HaloQuest: A Visual Hallucination Dataset for Advancing Multimodal Reasoning

Hallucination has been a major problem for large language models and remains a critical challenge when it comes to multimodality in which vision-language models (VLMs) have to deal with not just textual but also visual inputs. Despite rapid progress in VLMs, resources for evaluating and addressing multimodal hallucination are limited and mostly focused on evaluation. This work introduces HaloQuest, a novel visual question answering dataset that captures various aspects of multimodal hallucination such as false premises, insufficient contexts, and visual challenges.
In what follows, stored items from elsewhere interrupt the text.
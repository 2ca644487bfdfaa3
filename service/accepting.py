"""From the body of a request to a durable run."""

from __future__ import annotations

from hashlib import sha256

from service.engine.records import packed
from service.errors import Fault
from service.run import Run, new_run
from service.services import Services

LONGEST_KEY = 200


def accept(services: Services, body: bytes, key: str | None = None) -> tuple[Run, bool]:
    """Check a document and keep it; say also whether the run is new (False: the earlier one of the same key).

    Raises `Refused` for the document, `IdempotencyError`, `QueueFullError` and `StoreError` where it cannot be kept.
    """
    from service.assemble import assemble  # see `service.later`
    from service.spec import read

    document = read(body)
    problem = assemble(document)
    services.check_room()
    run = new_run(
        document.title,
        document.canonical_hash(),
        time_limit=document.solve.time_limit,
        key=key,
        key_hash=None if key is None else sha256(body).hexdigest(),
    )
    kept = services.dispatcher.submit(run, body.decode("utf-8-sig"), packed((document, problem)))
    return kept, kept.id == run.id


def idempotency_key(header: str | None) -> str | None:
    """The key in the header, with or without the quotes of a structured field (RFC 8941, section 3.3.3)."""
    if header is None:
        return None
    key = header.strip()
    if len(key) > 1 and key[0] == key[-1] == '"':
        key = key[1:-1].replace('\\"', '"').replace("\\\\", "\\")
    if not key or len(key) > LONGEST_KEY:
        raise Fault("parameters", f"Idempotency-Key has to hold 1 to {LONGEST_KEY} characters.")
    return key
A novel idea from HaloQuest is to leverage synthetic images, apart from real ones, to enable dataset creation at scale. With over 7.7K examples spanning across a wide variety of categories, HaloQuest was designed to be both a challenging benchmark for VLMs and a fine-tuning dataset for advancing multimodal reasoning. Our experiments reveal that current models struggle with HaloQuest, with all open-source VLMs achieving below 36% accuracy. On the other hand, fine-tuning on HaloQuest significantly reduces hallucination rates while preserving performance on standard reasoning tasks. Our results discover that benchmarking with generated images is highly correlated (r=0.97) with real images. Last but not least, we propose a novel Auto-Eval mechanism that is highly correlated with human raters (r=0.99) for evaluating VLMs. In sum, this work makes concrete strides towards understanding, evaluating, and mitigating hallucination in VLMs, serving as an important step towards more reliable multimodal AI systems in the future.

翻译：幻觉一直是大型语言模型面临的主要问题，并且在涉及多模态时仍然是一个关键挑战，因为视觉语言模型（VLMs）不仅需要处理文本输入，还需要处理视觉输入。尽管VLMs取得了快速进展，但用于评估和解决多模态幻觉的资源仍然有限，且大多集中在评估方面。本研究介绍了HaloQuest，这是一个新颖的视觉问答数据集，旨在捕捉多模态幻觉的多个方面，如虚假前提、上下文不足和视觉挑战。HaloQuest的一个新颖思路是利用合成图像（除真实图像外）来实现大规模数据集构建。HaloQuest包含超过7.7K个样本，涵盖广泛的类别，旨在既作为VLMs的挑战性基准，也作为推进多模态推理的微调数据集。我们的实验表明，当前模型在HaloQuest上表现不佳，所有开源VLMs的准确率均低于36%。另一方面，在HaloQuest上进行微调可显著降低幻觉率，同时保持标准推理任务的性能。我们的结果发现，使用生成图像进行基准测试与使用真实图像具有高度相关性（r=0.97）。最后但同样重要的是，我们提出了一种新颖的Auto-Eval机制，该机制与人类评估者高度相关（r=0.99），可用于评估VLMs。总之，这项工作在理解、评估和缓解VLMs中的幻觉方面取得了具体进展，为未来构建更可靠的多模态AI系统迈出了重要一步。